import { existsSync } from "node:fs";
import { join } from "node:path";
import { describe, expect, it } from "vitest";
import { cli, tempDir } from "../helpers.js";

/**
 * An HTML record holds what a page can show: an analysis too fine for one (channels x segment length over
 * MAX_REPORT_SAMPLES, read/analysisLimits.ts) is refused with REPORT_TOO_LARGE before the recording is
 * read, not after minutes and gigabytes (a 0.0013 Hz check of a 1000 s record crashed with "Invalid string length").
 */
describe("--report is bounded before the work", () => {
  it("check and psd --report at a line spacing a page cannot hold: REPORT_TOO_LARGE, exit 2, at once (before the samples are read), nothing written", async () => {
    const d = tempDir();
    for (const args of [
      [
        "check",
        "samples/kb210-run.wav",
        "-p",
        "samples/profiles/kb210-controller.json",
        "-c",
        "1",
        "--resolution",
        "0.0013",
        "--report",
        join(d, "a.html"),
      ],
      [
        "check",
        "samples/kb210-run.wav",
        "-p",
        "samples/profiles/kb210-controller.json",
        "--resolution",
        "0.02",
        "--report-dir",
        join(d, "dir"),
      ],
      ["psd", "samples/kb210-run.wav", "--segment", "262144", "--report", join(d, "b.html")],
    ]) {
      const t0 = Date.now();
      const r = await cli(...args);
      expect(r.code, args.join(" ")).toBe(2);
      expect(r.stderr, args.join(" ")).toMatch(
        /for an HTML record, channels x segment length at most 262144 .*\[REPORT_TOO_LARGE\].*CSV or JSON instead of an HTML record/,
      );
      expect(Date.now() - t0).toBeLessThan(3000);
    }
    expect(existsSync(join(d, "a.html")) || existsSync(join(d, "b.html"))).toBe(false);
  });
});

____

**ASSIGNMENT**: Each entry needs to be written out again, exactly as given.

**TASK RESULT**:
import { existsSync } from "node:fs";
import { join } from "node:path";
import { describe, expect, it } from "vitest";
import { cli, tempDir } from "../helpers.js";

/**
 * An HTML record holds what a page can show: an analysis too fine for one (channels x segment length over
 * MAX_REPORT_SAMPLES, read/analysisLimits.ts) is refused with REPORT_TOO_LARGE before the recording is
 * read, not after minutes and gigabytes (a 0.0013 Hz check of a 1000 s record crashed with "Invalid string length").
 */
describe("--report is bounded before the work", () => {
  it("check and psd --report at a line spacing a page cannot hold: REPORT_TOO_LARGE, exit 2, at once (before the samples are read), nothing written", async () => {
    const d = tempDir();
    for (const args of [
      [
        "check",
        "samples/kb210-run.wav",
        "-p",
        "samples/profiles/kb210-controller.json",
        "-c",
        "1",
        "--resolution",
        "0.0013",
        "--report",
        join(d, "a.html"),
      ],
      [
        "check",
        "samples/kb210-run.wav",
        "-p",
        "samples/profiles/kb210-controller.json",
        "--resolution",
        "0.02",
        "--report-dir",
        join(d, "dir"),
      ],
      ["psd", "samples/kb210-run.wav", "--segment", "262144", "--report", join(d, "b.html")],
    ]) {
      const t0 = Date.now();
      const r = await cli(...args);
      expect(r.code, args.join(" ")).toBe(2);
      expect(r.stderr, args.join(" ")).toMatch(
        /for an HTML record, channels x segment length at most 262144 .*\[REPORT_TOO_LARGE\].*CSV or JSON instead of an HTML record/,
      );
      expect(Date.now() - t0).toBeLessThan(3000);
    }
    expect(existsSync(join(d, "a.html")) || existsSync(join(d, "b.html"))).toBe(false);
  });
});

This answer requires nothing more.